Сквозь пелену полярной метели с палубы виднелся грозный ледяной вал, подступивший к кораблю. Смерзшиеся в сплошную гряду торосы то лежали неподвижно, то шевелились, словно потревоженные исполинские животные. Движущаяся гора с воем трескалась, и тяжелые глыбы скатывались по ее склонам. Мороз крепчал, термометр показывал минус тридцать шесть. Пурга заметала палубу.
Колоссальные ледяные поля сжимались и рушились с оглушительным гулом, образуя новые гряды. Они неотвратимо надвигались на корабль, и не было силы, способной удержать их чудовищный напор. Ледовые валы перекатывались, подобно морским волнам. Высота ближайшего хребта, ползущего к «Челюскину», достигала десяти метров. Наступал грозный час испытания.
Аврал! Общая тревога!.. С привычной быстротой люди побежали к своим местам. Через борт полетели мешки, ящики, бочки. Вот уже спущен на лед самолет-амфибия «Ш-2», и пилот Бабушкин с группой товарищей оттаскивают машину подальше от корабля.
Извиваясь, как гигантская петля, ледяная гряда полукольцом охватывает корабль. Края огромной подковы беспощадно смыкаются. Застонала металлическая обшивка судна. Еще нажим, еще, еще, и будто тысячетонный молот застучал по корпусу «Челюскина».
— Продавило левый борт! — раздался заглушенный крик.
Льды прорвали обшивку ниже ватерлинии, и вода с шумом
хлынула в сорокапятиметровую пробоину, затопляя трюмы, коридоры и кубрики.
Разгрузка ускорилась. Полярники спускали за борт камельки, трубы, войлок, фанеру, глину, доски, кирпич — все, что попадалось под руку.
Корабль уже погружался, но люди продолжали сновать по накренившейся палубе, сбрасывая на лед продовольствие и снаряжение, спасая шлюпки и боты. Вот уже скрылась под водой носовая палуба.
— Покинуть корабль! Все на лед! — пронесся приказ капитана.
Бежали по перекосившимся сходням, прыгали через борт. Начальник экспедиции и капитан пропускали мимо себя последних.
— Все? — спросил начальник.
Капитан утвердительно кивнул. Скрежет льда заглушил его слова.
— На лед!
Уже три четверти корабля скрылось под водой. Еще секунды, и «Челюскин», вздымая винт и руль, исчезнет в пучине.

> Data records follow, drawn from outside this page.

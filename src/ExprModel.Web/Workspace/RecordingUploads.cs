using ExprModel.Core.Confrontation;
using ExprModel.Core.Expression;
using ExprModel.Core.Recordings;
using ExprModel.Web.Simulation;

namespace ExprModel.Web.Workspace;

/// <summary>
/// Reads uploaded recordings with the library's readers, which work on files: each upload goes to a private temporary
/// folder under its own (sanitised) name, so the readers' messages name the file the user sent and the dataset path or
/// line; library errors become <see cref="UserInputException"/> for the page.
/// </summary>
public static class RecordingUploads
{
    private static readonly string[] TraceExtensions = [".csv", ".tsv", ".txt"];

    /// <summary>
    /// Sweep families from NWB files and trace tables: each NWB file gives its cells, each table with a sweep column one
    /// cell named after the file; one-sweep tables sent together make one cell named after what their file names share
    /// ("FH1001_sweep_01.csv", "FH1001_sweep_02.csv" give FH1001).
    /// </summary>
    public static IReadOnlyList<RecordedCell> ReadSweeps(IReadOnlyList<UploadedFile> files)
    {
        var dir = Directory.CreateTempSubdirectory("exprmodel-recordings-");
        try
        {
            var cells = new List<RecordedCell>();
            var single = new List<string>();
            foreach (var f in files)
            {
                var path = Save(dir.FullName, f);
                bool table = TraceExtensions.Contains(Path.GetExtension(path).ToLowerInvariant());
                if (table && !TraceCsvReader.HasSweepColumn(path)) single.Add(path);
                else cells.AddRange(RecordingReader.Read(path));
            }
            if (single.Count > 0) cells.Add(TraceCsvReader.ReadCell(SharedStem(single.Select(Path.GetFileNameWithoutExtension).ToArray()!), single));
            var dup = cells.GroupBy(c => c.CellId, StringComparer.Ordinal).FirstOrDefault(g => g.Count() > 1);
            if (dup is not null) throw new UserInputException($"{dup.First().Source}: cell '{dup.Key}' is also in {dup.Skip(1).First().Source}.");
            return cells;
        }
        catch (RecordingFormatException e) { throw new UserInputException(e.Message); }
        catch (ExpressionFormatException e) { throw new UserInputException(e.Message); }
        catch (ArgumentException e) { throw new UserInputException(e.Message); }
        finally
        {
            try { dir.Delete(recursive: true); } catch (IOException) { }
        }
    }

    /// <summary>A per-cell table of recorded values (the metadata table or a separate file), as read, before matching.</summary>
    public static RecordedFeatureTable ReadFeatureTable(UploadedFile file)
    {
        var dir = Directory.CreateTempSubdirectory("exprmodel-features-");
        try { return RecordedFeatureReader.Read(Save(dir.FullName, file), null, file.Name); }
        catch (ExpressionFormatException e) { throw new UserInputException(e.Message); }
        finally
        {
            try { dir.Delete(recursive: true); } catch (IOException) { }
        }
    }

    /// <summary>What the names share before their sweep numbers, without trailing separators or the word "sweep".</summary>
    public static string SharedStem(IReadOnlyList<string> names)
    {
        string stem = names[0];
        foreach (var n in names.Skip(1))
        {
            int k = 0;
            while (k < stem.Length && k < n.Length && stem[k] == n[k]) k++;
            stem = stem[..k];
        }
        if (names.Count == 1) stem = stem.TrimEnd("0123456789".ToCharArray());
        stem = stem.TrimEnd("0123456789_-. ".ToCharArray());
        if (stem.EndsWith("sweep", StringComparison.OrdinalIgnoreCase)) stem = stem[..^5].TrimEnd("_-. ".ToCharArray());
        return stem.Length > 0 ? stem : "recorded cell";
    }

    private static string Save(string dir, UploadedFile f)
    {
        var name = new string(Path.GetFileName(f.Name).Select(c => char.IsLetterOrDigit(c) || c is '.' or '-' or '_' ? c : '_').ToArray()).Trim('.');
        if (name.Length == 0) name = "recording";
        var path = Path.Combine(dir, name);
        for (int k = 2; File.Exists(path); k++) path = Path.Combine(dir, $"{Path.GetFileNameWithoutExtension(name)}-{k}{Path.GetExtension(name)}");
        File.WriteAllBytes(path, f.Bytes);
        return path;
    }
}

— Борис! Борис!.. Могилевич!.. — раздались голоса, полные тревоги.
До последней минуты Борис Григорьевич Могилевич, заведывавший хозяйством экспедиции, словно в раздумье, стоял на палубе с трубкой в зубах. Корма поднималась все выше, и Могилевич с трудом удерживал равновесие.
— Прыгай, Борис, прыгай! Скорей прыгай! — кричали ему друзья.
Он сделал неопределенное движение, но в тот же миг, сорвавшись с привязи, покатились по палубе грохочущие бочки. Могилевича сбило с ног, и он исчез в серой мгле, обволакивавшей корабль.
Еще мгновение, и «Челюскин», задрав корму, скрылся в морской пучине. Вихрем закружились в огромной бурлящей воронке обломки. Над местом катастрофы сходились льды.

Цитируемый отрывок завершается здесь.